Why Selling WhatsApp To Facebook Would Be The Biggest Mistake (2012) - mathrawka
http://www.forbes.com/sites/ericjackson/2012/12/03/why-selling-whatsapp-to-facebook-would-be-the-biggest-mistake-of-jan-koums-and-brian-actons-lives/1
======
adventured
"1\. Had they stayed independent, these founders would have overseen
businesses that would have been vastly more powerful than they were then and
perhaps more than they are now under new management."

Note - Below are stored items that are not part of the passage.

#[test]
fn hedge_ratio_recovers_a_linear_exposure() {
    // Closed form: if PV = a − b q exactly, Cov(PV, q) = −b Var(q) and the minimum-variance
    // notional of a payoff paid at v is b / v, which leaves no variance at all.
    let realised: Vec<f64> = (0..50)
        .map(|s| 0.03 + 0.002 * ((s * 37 % 50) as f64 / 50.0 - 0.5))
        .collect();
    let (a, b, v) = (1.0e6, 4.0e6, 0.8);
    let pv: Vec<f64> = realised.iter().map(|q| a - b * q).collect();
    let n = hedge_ratio(&pv, &realised, v).unwrap();
    assert!(close(n, b / v, 1e-9), "{n}");
    let q = QForwardTerms {
        name: "q".into(),
        sex: Sex::M,
        age: 80,
        maturity: 2030,
        premium: 0.0,
        side: Side::Hedger,
    };
    let reference = ReferenceRates {
        central: 0.03,
        realised,
    };
    let values = q.values(n, &reference, v);
    let e = effectiveness(&pv, a - b * 0.03, &values.net, values.net_central, &[0.995]);
    assert!(e.sd_hedged < 1e-9 * e.sd_unhedged, "{e:?}");
    assert!(e.variance_reduction_pct.unwrap() > 99.999);
    // No variation in the rate: no ratio.
    assert_eq!(hedge_ratio(&pv, &[0.03; 50], v), None);
}

#[test]
fn effectiveness_by_hand_count() {
    // PVs 1..=100 with BE 50: type-7 VaR at 0.99 is 1 + 99 · 0.99 = 99.01, TVaR the mean of
    // {100} (hand count). A hedge paying PV − 50 leaves 50 everywhere: no capital.
    let pv: Vec<f64> = (1..=100).map(f64::from).collect();
    let net: Vec<f64> = pv.iter().map(|p| p - 50.0).collect();
    let e = effectiveness(&pv, 50.0, &net, 0.0, &[0.99]);
    let t = &e.tails[0];
    assert!(close(t.var_unhedged, 99.01, 1e-14));
    assert_eq!(t.tvar_unhedged, 100.0);
    assert!(close(t.capital_unhedged, 49.01, 1e-14));
    assert_eq!(t.var_hedged, 50.0);
    assert_eq!(t.capital_hedged, 0.0);
    assert_eq!(t.capital_reduction_pct, Some(100.0));
    // A hedge costing 2 on the central path raises the hedged BE by 2.
    let shifted: Vec<f64> = net.iter().map(|n| n - 2.0).collect();
    let e = effectiveness(&pv, 50.0, &shifted, -2.0, &[0.99]);
    assert_eq!(e.best_estimate_hedged, 52.0);
    assert_eq!(e.tails[0].capital_hedged, 0.0);
}

const CONFIG: &str = r#"
[data]
experience = "e.csv"
book = "b.csv"
ages = [60, 100]
years = [2000, 2024]

[projection]
horizon = 60

[hedge]
cost_of_capital = 0.06

[[hedge.swap]]
name = "given"
term = 2
premium = 0.02
share = 0.5

[[hedge.swap]]
name = "priced"

[[hedge.swap]]
name = "sharpe"
premium = "sharpe"
side = "provider"

[[hedge.qforward]]
sex = "F"
age = 70
maturity = 2027
premium = 0.1

[[hedge.qforward]]
name = "fixed-notional"
sex = "F"
age = 70
maturity = 2027
notional = 1000
"#;

#[test]
fn evaluate_prices_every_contract_and_lays_out_rows() {
    let config = Config::parse(CONFIG, Path::new("c.toml")).unwrap();
    let hedge = config.hedge.clone().unwrap();
    assert_eq!(hedge.reference_cells(), vec![(Sex::F, 70, 2027); 2]);
    let central = scenario(&[100.0, 90.0, 75.0], 250.0);
    let scenarios: Vec<ScenarioValue> = (0..40)
        .map(|s| {
            let x = (s as f64 - 19.5) / 20.0;
            scenario(
                &[100.0 + x, 90.0 + 2.0 * x, 75.0 + 3.0 * x],
                250.0 + 5.0 * x,
            )
        })
        .collect();
    let references = vec![
        ReferenceRates {
            central: 0.02,
            realised: (0..40).map(|s| 0.02 - 0.0001 * (s as f64 - 19.5)).collect(),
        };
        2
    ];
    let curve = flat(0.03);
    let sample = BookResults {
        central: &central,
        scenarios: &scenarios,
    }
    .sample(&hedge, &curve)
    .unwrap();
    let inputs = HedgeInputs {
        book: &sample,
        curve: &curve,
        valuation_year: config.valuation_year(),
        references: &references,
        levels: &config.capital.levels,
    };
    let results = evaluate(&hedge, &inputs).unwrap();
    let names: Vec<&str> = results.values.iter().map(|(n, _)| n.as_str()).collect();
    assert_eq!(
        names,
        ["given", "priced", "sharpe", "qforward-1", "fixed-notional"]
    );
    let ContractSummary::Swap(given) = &results.summary.contracts[0] else {
        panic!("a swap first")
    };
    assert_eq!(given.covered_years, 2);
    assert_eq!(given.applied.rate, 0.02);
    assert!(close(
        given.applied.amount,
        0.02 * given.fixed_leg_at_zero,
        1e-12
    ));
    let ContractSummary::Swap(priced) = &results.summary.contracts[1] else {
        panic!("a swap second")
    };
    assert_eq!(priced.applied, priced.cost_of_capital.premium);
    assert!(priced.cost_of_capital.premium.rate > 0.0);
    let ContractSummary::QForward(qf) = &results.summary.contracts[3] else {
        panic!("a q-forward fourth")
    };
    // PV falls as q rises (5 per 1/20 of the range): the ratio is positive.
    assert!(qf.hedge_ratio.unwrap() > 0.0);
    assert_eq!(Some(qf.notional), qf.hedge_ratio);
    assert!(close(qf.fixed_rate, 0.018, 1e-12));
    assert_eq!(qf.settlement_years, 3.0);

    let table = results.table(&(100..140).collect::<Vec<u64>>()).unwrap();
    assert_eq!(table.scenario.len(), 5 * 40);
    assert_eq!(table.contract[40], "priced");
    assert_eq!(table.scenario[41], 101);
    assert_eq!(table.net[41], results.values[1].1.net[1]);
    assert!(results.table(&[0, 1]).is_err());
    assert_eq!(
        HEDGE_COLUMNS,
        ["scenario", "contract", "fixed_leg", "floating_leg", "net"]
    );

    let json = serde_json::to_value(&results.summary).unwrap();
    assert_eq!(json["contracts"][0]["kind"], "swap");
    assert_eq!(json["contracts"][3]["kind"], "qforward");
    assert_eq!(json["contracts"][2]["side"], "provider");
    assert_eq!(json["contracts"][1]["term_years"], serde_json::Value::Null);

    // Reference rates must line up with the configured q-forwards.
    let short = HedgeInputs {
        references: &references[..1],
        ..inputs
    };
    assert!(evaluate(&hedge, &short).is_err());
}

#[test]
fn hedge_ratio_notional_needs_a_varying_rate() {
    let config = Config::parse(CONFIG, Path::new("c.toml")).unwrap();
    let hedge = config.hedge.unwrap();
    let central = scenario(&[100.0, 90.0, 75.0], 250.0);
    let scenarios = vec![central.clone(); 4];
    let references = vec![
        ReferenceRates {
            central: 0.02,
            realised: vec![0.02; 4],
        };
        2
    ];
    let curve = flat(0.03);
    let sample = BookResults {
        central: &central,
        scenarios: &scenarios,
    }
    .sample(&hedge, &curve)
    .unwrap();
    let err = evaluate(
        &hedge,
        &HedgeInputs {
            book: &sample,
            curve: &curve,
            valuation_year: 2025,
            references: &references,
            levels: &[0.995],
        },
    )
    .unwrap_err()
    .to_string();
    assert!(err.contains("hedge.qforward[0].notional"), "{err}");
}

#[test]
fn reference_cells_are_read_from_each_scenario_or_refused() {
    let config = Config::parse(CONFIG, Path::new("c.toml")).unwrap();
    let cells = ReferenceCells::of(config.hedge.as_ref().unwrap());
    // Ages 60–62, years 2026–2027, row-major by year.
    let q = [0.01, 0.02, 0.03, 0.011, 0.021, 0.031];
    let surface = |first_age| RateSurface {
        first_year: 2026,
        first_age,
        ages: 3,
        q: &q,
    };
    // The config's q-forwards settle on q(70, 2027) for F: age 70 is column 1 from 69.
    let row = cells.read(&[Some(surface(69)), None]).unwrap();
    assert_eq!(row, [0.021, 0.021]);
    let err = cells
        .read(&[Some(surface(60)), None])
        .unwrap_err()
        .to_string();
    assert!(err.contains("q(70, 2027)"), "{err}");
    assert!(cells.read(&[None, Some(surface(69))]).is_err());
    let refs = cells
        .assemble(&[0.02, 0.02], &[vec![0.019, 0.019], vec![0.022, 0.022]])
        .unwrap();
    assert_eq!(refs[1].realised, [0.019, 0.022]);
    assert!(cells.assemble(&[0.02], &[]).is_err());
}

Had YouTube stayed independent, it would have been crushed under the foot of
the media industry's juggernaut lawsuit machine and political ties. Not to
mention it was bleeding to death, with no viable business model at the time
(it would take the king of advertising years to figure out how to begin to
monetize YouTube properly).

"3\. Selling WhatsApp to Zuckerberg in 2012 would be like Zuckerberg selling
Facebook to Yahoo in 2006."

Not hardly. WhatsApp got roughly 19 times what Yahoo was willing to pay for
Facebook. Not comparable scenarios. Even in 2012 it's likely they would have
received net value far exceeding the 2006 Yahoo offer, accounting for the
increased stock valuation.

"4\. You will never have a better business idea than WhatsApp for the rest of
your lives."

That's probably true for Koum and Acton, and they just received roughly $8.55
billion and $3.8 billion for their best business idea. On what scale is one
going to argue they didn't just pull off a financial coup?

"5\. How long would you last reporting to a 28 year old like Zuckerberg?"

$8.5 billion in pocket, this question no longer matters. Go do whatever you
want a year or two from now, including buying the NY Yankees if you feel so
inclined.

"8\. WhatsApp has a much brighter future as an independent company than
Instagram did."

Approximately 19 times brighter apparently. And?

"9\. You can be the “next Facebook” – but only if you stay independent."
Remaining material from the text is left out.